Machine Learning-Based Prediction of Crystal Systems and Space Groups from Inorganic Materials Compositions

Structural information of materials such as the crystal systems and space groups are highly useful for analyzing their physical properties. However, the enormous composition space of materials makes experimental X-ray diffraction (XRD) or first-principle-based structure determination methods infeasible for large-scale material screening in the composition space. Herein, we propose and evaluate machine-learning algorithms for determining the structure type of materials, given only their compositions. We couple random forest (RF) and multiple layer perceptron (MLP) neural network models with three types of features: Magpie, atom vector, and one-hot encoding (atom frequency) for the crystal system and space group prediction of materials. Four types of models for predicting crystal systems and space groups are proposed, trained, and evaluated including one-versus-all binary classifiers, multiclass classifiers, polymorphism predictors, and multilabel classifiers. The synthetic minority over-sampling technique (SMOTE) is conducted to mitigate the effects of imbalanced data sets.

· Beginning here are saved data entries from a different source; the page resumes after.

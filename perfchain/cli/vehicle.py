"""``perfchain deltav``: stage and vehicle delta-v from the command line.

Parse -> call :func:`perfchain.api.vehicle.delta_v` (stages checked by :mod:`perfchain.inputs`)
-> print. No physics here.
"""

from __future__ import annotations

import click

from perfchain.cli.edges import json_text, quote_as_typed

__all__ = ["deltav"]


@click.command("deltav")
@click.option("--payload", required=True, help="Payload mass with a unit, e.g. '10 t'.")
@click.option("--stage", "stages", multiple=True, required=True, metavar="SPEC",
              help="One stage, first stage first (repeat the option): key=value pairs, e.g. "
                   "'isp=350 s, dry=28.5 t, propellant=161.5 t'. Keys: isp | exhaust_velocity; "
                   "dry + propellant | mass + propellant_fraction | propellant + structural_ratio; "
                   "optional thrust, name.")
@click.option("--target", default=None, help="Target delta-v with a unit, e.g. '9.3 km/s'.")
@click.option("--json", "as_json", is_flag=True, help="Print one JSON object in SI units.")
@quote_as_typed
def deltav(payload, stages, target, as_json):
    """Ideal stage and vehicle delta-v from masses and exhaust velocities."""
    from perfchain.api.display import format_delta_v
    from perfchain.api.vehicle import delta_v

    names = {"payload": "--payload", "target": "--target", "stage": "--stage {i}"}
    report = delta_v(list(stages), payload, target=target, names=names).to_dict()
    click.echo(json_text(report) if as_json else format_delta_v(report))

Our results demonstrate that RF with Magpie features generally outperforms other algorithms for binary and multiclass prediction of crystal systems and space groups, while MLP with atom frequency features is the best one for structural polymorphism prediction. For multilabel prediction, MLP with atom frequency and binary relevance with Magpie models are the best for predicting crystal systems and space groups, respectively. Our analysis of the related descriptors identifies a few key contributing features for structural-type prediction such as electronegativity, covalent radius, and Mendeleev number. Our work thus paves a way for fast composition-based structural screening of inorganic materials via predicted material structural properties.